▸ **Problem to work on**
Scan the material below for the string "space". Report every line that has it.

▸ **Data for analysis**
def _main(argv: list[str] | None = None) -> int:
    parser = build_parser()
    args = parser.parse_args(argv)
    try:
        return args.func(args)
    except DesignError as exc:
        if args.debug:
            raise
        where = exc.path or "design"
        for line in exc.problems:
            print(f"{where}: {line}", file=sys.stderr)
        return EXIT_BAD_INPUT
    except (RecordError, RotorbookError) as exc:
        if args.debug:
            raise
        print(f"rotorbook: {exc}", file=sys.stderr)
        bad_input = isinstance(exc, RecordError | OptionError | AnalysisError)
        return EXIT_BAD_INPUT if bad_input else EXIT_FAILED
    except BrokenPipeError:  # pragma: no cover - output piped into head and the like
        return EXIT_OK
    except OSError as exc:  # a file that cannot be read or written (path, permission, space)
        if args.debug:
            raise
        where = f"{exc.filename}: " if exc.filename else ""
        print(f"rotorbook: {where}{exc.strerror or exc} -> check the path, its permissions "
              "and the free space", file=sys.stderr)
        return EXIT_BAD_INPUT
    except KeyboardInterrupt:  # pragma: no cover
        print("rotorbook: interrupted", file=sys.stderr)
        return 130
    except Terminated:
        print("rotorbook: stopped by SIGTERM; nothing half written was left behind",
              file=sys.stderr)
        return 143


if __name__ == "__main__":  # pragma: no cover
    sys.exit(main())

▸ **Answer to this exercise**
    except OSError as exc:  # a file that cannot be read or written (path, permission, space)
              "and the free space", file=sys.stderr)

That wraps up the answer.